Fertigungsanlagen, die der Idee der Industrie 4.0 folgen, kommen quasi schon per Definition nicht daran vorbei im großen Stil Bildverarbeitungstechnologien anzuwenden, weil es keine andere Sensorik gibt, die dermaßen hohe Flexibilität und Autonomie von einzelnen Maschinen und kompletten Produktionsstraßen ermöglicht.
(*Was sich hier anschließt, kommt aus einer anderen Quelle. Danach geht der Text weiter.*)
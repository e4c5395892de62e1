"""Baseline trend diagnostics: OLS slope, Theil-Sen slope, Mann-Kendall test (with a lag-1
Hamed-Rao variance correction) and a flag for baselines already moving in the therapeutic direction.

All functions take plain arrays and return frozen dataclasses; degenerate input gives NaN plus a
reason code from :mod:`audit.reasons`, never an exception.

Values near the float limits: sessions and outcomes are each divided by a power of two
(``audit.regression.binary_exponents``, exact) before sums of squares and pairwise slopes, and the
results are scaled back; for ordinary data this gives the same bits as the unscaled arithmetic.
A slope, intercept or standard error beyond the largest double is NaN with reason
``numerical_failure``; scale-free results (t, p-values, Mann-Kendall, Hamed-Rao) are still given.
"""

from __future__ import annotations

import functools

from dataclasses import asdict, dataclass

import numpy as np
import pandas as pd
from scipy import stats

from audit import reasons as R
from audit.regression import binary_exponents, scale_rows, unscale

__all__ = [
    "OLSSlope",
    "TheilSenSlope",
    "MannKendall",
    "MannKendallHamedRaoLag1",
    "BaselineTrend",
    "ols_slope",
    "theil_sen_slope",
    "mann_kendall",
    "mann_kendall_exact_sf",
    "mann_kendall_hamed_rao_lag1",
    "baseline_trend",
    "baseline_trends",
    "normalize_direction",
    "unscale_checked",
    "scaled_ratio",
    "scaling_exponents",
    "window_exponents",
    "SAFE_EXPONENT",
]

_NAN = float("nan")
MANN_KENDALL_EXACT_MAX_N = 50


def normalize_direction(desired_direction: object) -> str | None:
    """Return 'increase', 'decrease' or None (anything else, including NaN, counts as None)."""
    if desired_direction is None:
        return None
    if isinstance(desired_direction, str):
        d = desired_direction.strip().lower()
        if d in ("increase", "decrease"):
            return d
    return None


def _as_float(a) -> np.ndarray:
    return np.asarray(a, dtype=float).ravel()


def _finite_pair(x, y) -> tuple[np.ndarray, np.ndarray, str]:
    x, y = _as_float(x), _as_float(y)
    if x.shape != y.shape:
        return x, y, R.SINGULAR_DESIGN
    if not (np.all(np.isfinite(x)) and np.all(np.isfinite(y))):
        return x, y, R.NON_FINITE_INPUT
    return x, y, R.OK


# Values whose binary exponent is within +-SAFE_EXPONENT are used unscaled by the effect sizes:
# their squares and fourth powers (also divided by a squared phase size up to 2**30) stay normal.
SAFE_EXPONENT = 240


def window_exponents(e):
    """Binary exponents with those within +-SAFE_EXPONENT replaced by 0 (no scaling needed)."""
    e = np.asarray(e, dtype=np.int64)
    out = np.where(np.abs(e) <= SAFE_EXPONENT, 0, e)
    return int(out) if out.ndim == 0 else out


def scaling_exponents(Y):
    """``audit.regression.binary_exponents`` of Y (row by row), 0 where within +-SAFE_EXPONENT:
    ordinary data keep exactly the unscaled arithmetic (libm pow, used by x**2 on scalars, is not
    exactly scale-equivariant), data near the float limits are scaled."""
    return window_exponents(binary_exponents(Y))


def unscale_checked(values, e):
    """(values * 2**e, not_representable): NaN where a finite value would exceed the largest double.

    Undoes an exact power-of-two scaling (``audit.regression.scale_rows``); works on scalars and arrays.
    """
    v = np.asarray(values, dtype=float)
    out = unscale(v, e)
    bad = np.isfinite(v) & ~np.isfinite(out)
    out = np.where(bad, np.nan, out)
    if out.ndim == 0:
        return float(out), bool(bad)
    return out, bad


def scaled_ratio(num, den, e):
    """((num / den) * 2**e, not_representable) for a ratio of exactly scaled quantities: NaN where
    finite num and den give a result beyond the largest double (works on scalars and arrays)."""
    num, den = np.asarray(num, dtype=float), np.asarray(den, dtype=float)
    with np.errstate(over="ignore", divide="ignore", invalid="ignore", under="ignore"):
        out = unscale(num / den, e)
    bad = np.isfinite(num) & np.isfinite(den) & ~np.isfinite(out)
    out = np.where(bad, np.nan, out)
    if out.ndim == 0:
        return float(out), bool(bad)
    return out, bad
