def dw_test(residuals, design, alpha: float = 0.05, *, exact_critical_values: bool = True,
            scale: float | None = None) -> DurbinWatsonResult:
    """Durbin-Watson test of the OLS residuals of design X with exact p-values (Imhof 1961).

    residuals: the OLS residuals of y on X (length n).  design: X (n x k), full column rank,
    normally with an intercept column.  p_positive = P(d <= d_obs | H0), p_negative =
    P(d >= d_obs | H0) = 1 - p_positive; zone from the bounds d_L, d_U for (n, k', alpha)
    (d < d_L positive, d_L <= d <= d_U inconclusive_positive, the same with 4 - d on the
    negative side, otherwise none).  scale: typical size of the response (e.g. max|y|); if
    given, residuals with RMS <= 1e-10 * scale count as zero variance (otherwise only exact
    zeros do).  exact_critical_values=False skips the two root searches (NaN fields).
    """
    e = np.asarray(residuals, dtype=float).ravel()
    x = _as_design(design)
    n, k = x.shape
    if e.size != n:
        raise ValueError(f"residuals have length {e.size} but the design has {n} rows")
    alpha = float(alpha)
    if not np.all(np.isfinite(e)) or not np.all(np.isfinite(x)):
        return _nan_result(n, max(k - 1, 0), alpha, R.NON_FINITE_INPUT)
    basis, has_intercept, reason = _design_basis(x)
    kprime = k - 1 if has_intercept else k
    if reason:
        return _nan_result(n, max(k - 1, 0), alpha, reason)
    if n - k < 2:
        return _nan_result(n, kprime, alpha, R.NO_RESIDUAL_DF, dw_statistic(e))
    ex = binary_exponents(e)
    e = scale_rows(e, ex)  # exact; d is scale-free
    if scale is not None:
        with np.errstate(over="ignore"):
            scale = float(np.ldexp(abs(float(scale)), -ex))
    ss = float(e @ e)
    if ss == 0.0 or (scale is not None and math.sqrt(ss / n) <= _ZERO_RESID_RTOL * scale):
        return _nan_result(n, kprime, alpha, R.ZERO_RESIDUAL_VARIANCE)
    d = dw_statistic(e)
    mu = _null_eigs_from_basis(basis)
    p_pos = prob_quadform_below_zero(mu - d)
    d_lower, d_upper = critical_bounds(n, kprime, alpha, intercept=has_intercept)
    c_low = c_high = math.nan
    if exact_critical_values and 0.0 < alpha < 1.0:
        q = ratio_quantile(np.vstack([mu, mu]), np.array([alpha, 1.0 - alpha]))
        c_low, c_high = float(q[0]), float(q[1])
    reason = R.OK if np.isfinite(p_pos) else R.NUMERICAL_FAILURE
    return DurbinWatsonResult(
        statistic=d, p_positive=p_pos, p_negative=1.0 - p_pos, n_obs=n, n_regressors=kprime,
        alpha=alpha, d_lower=d_lower, d_upper=d_upper, zone=_zone(d, d_lower, d_upper),
        critical_lower_exact=c_low, critical_upper_exact=c_high, method=METHOD, reason=reason,
    )


def _resolve_eigs(design, null_eigenvalues) -> np.ndarray:
    if (design is None) == (null_eigenvalues is None):
        raise ValueError("give exactly one of design and null_eigenvalues")
    if design is not None:
        return dw_null_eigenvalues(design)
    mu = np.asarray(null_eigenvalues, dtype=float)
    if mu.ndim not in (1, 2):
        raise ValueError(f"null_eigenvalues must be (p,) or (m, p), got shape {mu.shape}")
    return mu


def dw_pvalues_batch(statistics, design=None, *,
                     null_eigenvalues=None) -> tuple[np.ndarray, np.ndarray]:
    """Exact p-values (p_positive, p_negative) for many Durbin-Watson statistics at once.

    statistics: (m,).  Give either the design shared by all cases, or null_eigenvalues as
    (p,) shared or (m, p) one row per case, NaN-padded (see ``dw_null_eigenvalues``).
    p_positive = P(d <= d_obs | H0) by Imhof (1961), p_negative = 1 - p_positive; NaN where
    the statistic is NaN or the design is degenerate.
    """
    d = np.asarray(statistics, dtype=float).ravel()
    mu = _resolve_eigs(design, null_eigenvalues)
    m = d.size
    if mu.ndim == 2 and mu.shape[0] != m:
        raise ValueError(f"null_eigenvalues has {mu.shape[0]} rows for {m} statistics")
    if mu.size == 0 or m == 0:
        nan = np.full(m, np.nan)
        return nan, nan.copy()
    mu2 = np.broadcast_to(mu, (m, mu.shape[-1]))
    lam = mu2 - d[:, None]
    lam = np.where(np.isnan(mu2), 0.0, lam)
    p_pos = prob_quadform_below_zero(lam)  # rows with NaN d stay NaN (non-finite row)
    return p_pos, 1.0 - p_pos


def dw_power(design, rho: float, alpha: float = 0.05) -> float:
    """Exact power of the exact one-sided Durbin-Watson test against AR(1) errors.

    Per-case reference path in n dimensions: c by Brent's method on the Imhof CDF, then the
    eigenvalues of S^1/2 M (A - cI) M S^1/2 (S = rho^|i-j|, S^1/2 by eigh).  rho > 0: P(d < c)
    with P0(d < c) = alpha; rho < 0: P(d > c') with P0(d > c') = alpha; rho = 0: alpha.
    NaN for |rho| >= 1 or a degenerate design.
    """
    x = _as_design(design)
    n, k = x.shape
    rho = float(rho)
    alpha = float(alpha)
    basis, _, reason = _design_basis(x)
    if reason or n - k < 2 or not np.isfinite(rho) or abs(rho) >= 1 or not (0 < alpha < 1):
        return math.nan
    if rho == 0.0:
        return alpha
    mu = _null_eigs_from_basis(basis)
    target = alpha if rho > 0 else 1.0 - alpha

    def excess(c: float) -> float:
        return prob_quadform_below_zero(mu - c) - target

    c = optimize.brentq(excess, mu[0], mu[-1], xtol=1e-14, rtol=4 * np.finfo(float).eps,
                        maxiter=200)
    a = np.diag(np.r_[1.0, np.full(n - 2, 2.0), 1.0]) - np.eye(n, k=1) - np.eye(n, k=-1)
    m_proj = basis @ basis.T
    w, v = np.linalg.eigh(_ar1_corr(n, np.array([rho]))[0])
    s_half = (v * np.sqrt(np.clip(w, 0.0, None))) @ v.T
    form = s_half @ m_proj @ (a - c * np.eye(n)) @ m_proj @ s_half
    lam = np.linalg.eigvalsh(0.5 * (form + form.T))
    lam[np.abs(lam) < _EIG_ZERO_RTOL * np.abs(lam).max()] = 0.0
    return prob_quadform_below_zero(lam if rho > 0 else -lam)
Dr. Olaf Munkelt, Geschäftsführer von MVTec Software: Die weitere Leistungssteigerung der Rechenkapazität – nicht zuletzt durch CPUs, die immer mehr Kerne integrieren – gepaart mit immer höher auflösenden Sensoren und einer kostengünstigeren Verfügbarkeit von 3D-Sensoren wird auch künftig die Grenze des Machbaren bei der Bildverarbeitung nach oben verschieben.
Aber auch neue Hardware-Entwicklungen bei mobilen Geräten und in der Displaytechnologie werden in Zukunft ganz neue Nutzungsszenarios ermöglichen und eine kommunikative Vernetzung im Sinne von Industrie 4.0 zwischen Mitarbeitern, Maschinen und Werkstücken auch außerhalb der Fabrikationshallen ermöglichen. Ausschlaggebend sind hierbei zu entwickelnde Standards, die eine einfache und leistungsfähige Vernetzung aller Komponenten ermöglichen und gleichzeitig die hohen Sicherheitsanforderungen der Industrie schützen.
Bildverarbeitung bildet für die Entwicklung von Industrie 4.0 den Schlüssel, um von der Welt der sichtbaren Objekte automatisiert zu Entscheidungen zu gelangen, die es ermöglichen, Prozesse bestmöglich zu steuern. Bei MVTec freuen wir uns darauf, Teil dieser Entwicklung zu sein, und mit unseren Standard-Software-Produkten moderne Bildverarbeitungstechnologien einer breiten Zielgruppe zu eröffnen.